The 16th Wisconsin mustered into service January 1862 and was attached to Ulysses S. Grant's Army of the Tennessee. They arrived at Pittsburg Landing, Tennessee, where Grant was concentrating his forces, on March 20, 1862. On April 5 they came under attack from Confederate forces at the start of what would be known as the Battle of Shiloh. During the fighting, Colonel Allen ably commanded his regiment, coordinating an orderly retreat to a defensive position in the early hours of fighting. Two horses were shot out from under him, and ultimately both he and Lt. Colonel Fairchild were wounded in the fighting. Major Thomas Reynolds, who had been under arrest for an infraction, took command of the regiment through the remainder of the battle. Throughout the battle, the regiment conducted itself professionally, despite this being their first combat. This was seen as a testament to the training of the men and officers. In all, the 16th Wisconsin suffered 40 dead and 188 wounded at the Battle of Shiloh.

Lt. Colonel Fairchild's wound was in his hip and was so severe that he had to be sent back to Wisconsin for surgery and recuperation. Colonel Allen's wound was in his arm, and he was able to recuperate with the Regiment as they stationed in the vicinity Pittsburg Landing. On May 1, he led the regiment to the vicinity of Corinth, Mississippi, and participated in laying siege to that city. During the siege and for some months after, their superior, Brigadier General John McArthur was elevated to command of their Division, and thus Colonel Allen was elevated to command of the brigade, and Major Reynolds was left in command of the 16th Wisconsin. After the successful taking of Corinth, Colonel Allen's brigade was engaged in maneuvers against Confederate forces still in the area, but before they could concentrate, another force of Union soldiers encountered the enemy at Iuka. After Iuka, it became apparent that the enemy was concentrating for another push toward Corinth. Allen's brigade returned there and formed a defensive position. At this Second Battle of Corinth, they again conducted orderly retreats to strong defensive positions, then repelled waves of Confederate attackers.
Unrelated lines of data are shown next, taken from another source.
def compare_hypotheses(
    idata: az.InferenceData,
    spec: Any,
    settings: dict[str, Any],
    *,
    density: str = "auto",
) -> pd.DataFrame:
    """Posterior probabilities of the named exponents for one fit.

    Parameters
    ----------
    idata
        A fit with the variables of the data contract (``exponent``, and where the model has
        them ``exponent_sd__<level>``, ``taxon_exponent__<level>`` …), ``observed_data`` and
        ``constant_data``.
    spec
        The model spec (:class:`allolaw.model.spec.ModelSpec` or its ``to_dict()``); uses
        ``priors["exponent"]``, ``priors["exponent_sd"]``, ``residuals``, ``curvature``,
        ``breakpoint``.
    settings
        The ``hypotheses`` config block: ``exponents`` (name, value, weight),
        ``other_weight``, ``interval_halfwidth``, ``bounds``, ``prior_scale_factors``.
    density
        ``auto`` (Rao–Blackwellised conditional where it applies and passes its self-check,
        else :func:`fit_parametric`), ``conditional`` (same, but raises when the conditional
        does not apply) or ``parametric``.

    Returns
    -------
    pandas.DataFrame
        Rows of ``hypotheses.csv`` (columns :data:`COLUMNS`; ``dataset`` left empty).

    References
    ----------
    Dickey, J. M. (1971). The weighted likelihood ratio, linear hypotheses on normal location
    parameters. Annals of Mathematical Statistics 42:204–223.

    Wagenmakers, E.-J., Lodewyckx, T., Kuriyal, H., Grasman, R. (2010). Bayesian hypothesis
    testing for psychologists: a tutorial on the Savage–Dickey method. Cognitive Psychology
    60:158–189.

    Gelfand, A. E., Smith, A. F. M. (1990). Sampling-based approaches to calculating marginal
    densities. JASA 85:398–409.

    Chib, S. (1995). Marginal likelihood from the Gibbs output. JASA 90:1313–1321.

    Vehtari, A., Simpson, D., Gelman, A., Yao, Y., Gabry, J. (2024). Pareto smoothed
    importance sampling. JMLR 25(72):1–58.
    """
    spec_d = spec_dict(spec)
    model_name = str(spec_d.get("name", idata.attrs.get("model", "")))
    named, other_weight, delta, bounds, factors = _read_settings(settings)

    posterior = idata.posterior
    if "exponent" not in posterior:
        return pd.DataFrame(columns=COLUMNS)
    tree = Tree.from_idata(idata)
    prior = spec_d["priors"]["exponent"]
    m0, s0 = float(prior["mean"]), float(prior["sd"])
    sd_scale = float(spec_d["priors"].get("exponent_sd", {}).get("sd", 0.25))

    weights, weight_k = _prior_weights(flat(posterior["exponent"]), m0, s0, factors)

    note = _base_note(spec_d, idata)
    rows: list[dict[str, Any]] = []
    for node in tree_nodes(tree):
        local = local_taxon_exponent(idata, spec_d, node, tree)
        if local is None:
            est = exponent_density(idata, spec_d, node, density=density)
            prior_node = node_prior(node, tree, m0, s0, sd_scale)
        else:
            est, prior_node, local_note = local
        block = _hypothesis_block(
            est, prior_node, named, other_weight, delta, bounds, weights, weight_k,
        )
        for row in block:
            row.update(model=model_name, parameter=node.parameter, level=node.level,
                       taxon=node.taxon, method=est.method)
            node_note = local_note if local is not None else note
            row["note"] = "; ".join(s for s in (node_note, row.pop("_note", "")) if s)
            rows.append(row)
    table = pd.DataFrame(rows)
    table["dataset"] = str(idata.attrs.get("dataset", ""))
    for column in COLUMNS:
        if column not in table:
            table[column] = np.nan
    return table[COLUMNS + [c for c in table.columns if c not in COLUMNS]]
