def test_demo_cell_rates_are_converted_from_amol_per_minute(demo_results):
    work, config, _, _ = demo_results
    raw = pd.read_csv(config["datasets"]["cell_scaling"]["sources"][0]["file"],
                      keep_default_na=False)
    clean = read_clean(work / "results", "cell_scaling").set_index("species")
    first = raw[raw["strain"] == "AST-001"]
    # 1 amol/min = 0.06 fmol/h (1e-18 mol × 60 per hour); the mean of logs of the replicates.
    expected = np.mean(np.log(first["uptake_amol_min"].astype(float) * 0.06))
    assert clean.loc["AST-001", "log_trait"] == pytest.approx(expected, rel=1e-12)


def test_demo_running_speed_is_converted_from_km_per_h_to_m_per_s(demo_results):
    work, config, _, _ = demo_results
    raw = pd.read_csv(config["datasets"]["running_speed"]["sources"][0]["file"],
                      keep_default_na=False)
    clean = read_clean(work / "results", "running_speed").set_index("species")
    name = raw["species"].iloc[0]
    trials = raw[raw["species"] == name]
    # 1 km/h = 1/3.6 m/s (SI Brochure, 9th ed., 2019, Table 8); the mean of logs of the trials
    expected = np.mean(np.log(trials["speed_kmh"].astype(float) / 3.6))
    assert clean.loc[name, "log_trait"] == pytest.approx(expected, rel=1e-12)
    prepared = read_prepared(work / "results", "running_speed")
    factors = {c["from"]: c["factor"] for c in prepared["conversions"]
               if c["column"] == "speed_kmh"}
    assert factors == {"km/h": pytest.approx(1 / 3.6, rel=1e-12)}


def test_unclosed_quote_is_named_in_the_reason(tmp_path):
    _, ledger, prepared = _prepare(tmp_path, GOOD + '"Mus delta,Muridae,41,0.36\n')
    assert "unclosed quote" in _dropped(ledger)[7]
    _assert_ledger_adds_up(ledger, prepared, 6)


def test_missing_covariate_drops_the_row_and_negative_sd_too(tmp_path):
    text = ("species,family,mass,mass_sd,rate,temp\n"
            "A a,F,1,0.1,1,37\nA b,F,2,-0.1,2,37\nA c,F,3,0.1,3,NA\n")
    source = {
        "columns": {"species": "species", "size": "mass", "trait": "rate", "levels": ["family"],
                    "size_sd": "mass_sd", "covariates": ["temp"]},
        "units": {"size": "g", "trait": "W", "temp": "degC"},
    }
    _, ledger, prepared = _prepare(tmp_path, text, source=source, covariates={"temp": "K"})
    assert _dropped(ledger) == {
        3: "negative SD in column 'mass_sd': '-0.1'",
        4: "missing value in column 'temp' (cell 'NA')",
    }
    _assert_ledger_adds_up(ledger, prepared, 3)


def test_covariate_unit_without_canonical_unit_is_a_user_error(tmp_path):
    text = "species,family,mass,rate,temp\nA a,F,1,1,37\n"
    source = {
        "columns": {"species": "species", "size": "mass", "trait": "rate", "levels": ["family"],
                    "covariates": ["temp"]},
        "units": {"size": "g", "trait": "W", "temp": "degC"},
    }
    message = _error(tmp_path, text, source=source)
    assert "covariate 'temp' has a unit in the source but no canonical unit" in message


def test_flagged_replicate_does_not_feed_the_pooled_sd(tmp_path):
    # Two clean replicate pairs (S 10, S 20) and S 5, whose second row is a ×50 slip (flagged).
    rows = {line.split(",")[0]: line.split(",") for line in _outlier_table().splitlines()}
    extra = "".join(f"{s},{rows[s][1]},{float(rows[s][2]) * f:.6g},{float(rows[s][3]) * f:.6g}\n"
                    for s, f in (("S 10", 1.05), ("S 20", 0.95)))
    clean, _, prepared = _prepare(tmp_path, _outlier_table() + extra)
    c = clean.set_index("species")
    assert prepared["outliers"]["species"] == ["S 5"]
    logs = {}
    text = (_outlier_table() + extra).splitlines()[1:]
    for line in text:
        name, _, mass, rate = line.split(",")
        logs.setdefault(name, []).append((math.log(float(mass)), math.log(float(rate))))
    # Pooled SD over S 10 and S 20 only: one degree of freedom each, so the root mean of the
    # two replicate variances (ddof 1), computed here by hand.
    for k, col in ((0, "size"), (1, "trait")):
        variances = [np.var([x[k] for x in logs[s]], ddof=1) for s in ("S 10", "S 20")]
        pooled = math.sqrt(sum(variances) / 2)
        assert prepared["pooled_within_sd"][col]["sd"] == pytest.approx(pooled, rel=1e-9)
        assert prepared["pooled_within_sd"][col]["species"] == 2
        assert c.loc["S 0", f"sd_log_{col}"] == pytest.approx(pooled, rel=1e-9)
        assert c.loc["S 0", f"sd_source_{col}"] == "pooled"
    # S 5 itself keeps both rows in its own mean and replicate SD.
    assert c.loc["S 5", "n_rows"] == 2
    assert c.loc["S 5", "sd_source_trait"] == "replicates"


def test_taxonomy_conflict_message_lists_a_few_and_counts_the_rest(tmp_path):
    lines = ["species,family,mass,rate"]
    for i in range(3000):
        lines += [f"S {i},F{i % 7},{i + 1},{i + 1}", f"S {i},G{i % 5},{i + 2},{i + 2}"]
    message = _error(tmp_path, "\n".join(lines) + "\n")
    assert message.startswith("3000 species placed in more than one taxon")
    assert "species 'S 0'" in message
    assert "and 2995 more species (first 5 shown)" in message
    assert len(message) < 2000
Due to the depletion of the regiment, a consolidation was ordered and the regiment was mostly stationary on guard duty through the winter of 1862-63. Colonel Allen returned to Wisconsin during this time to recuperate from his wounds, but would return in April 1863. A month later, they were rejoined by their lieutenant colonel, Cassius Fairchild. The two men would lead the regiment through most of Grant's Vicksburg campaign, during which they were billeted at Lake Providence. After the surrender of Vicksburg, however, Colonel Allen, who was still suffering from the effects of his wound taken at Shiloh, chose to retire. Lt. Colonel Fairchild would take command of the regiment through the remainder of the war.

==Postbellum years==
Colonel Allen returned to his private affairs after the war and resumed operation of his several stores in Pepin. He died there in 1873 and was interred at Pepin's Oakwood Cemetery.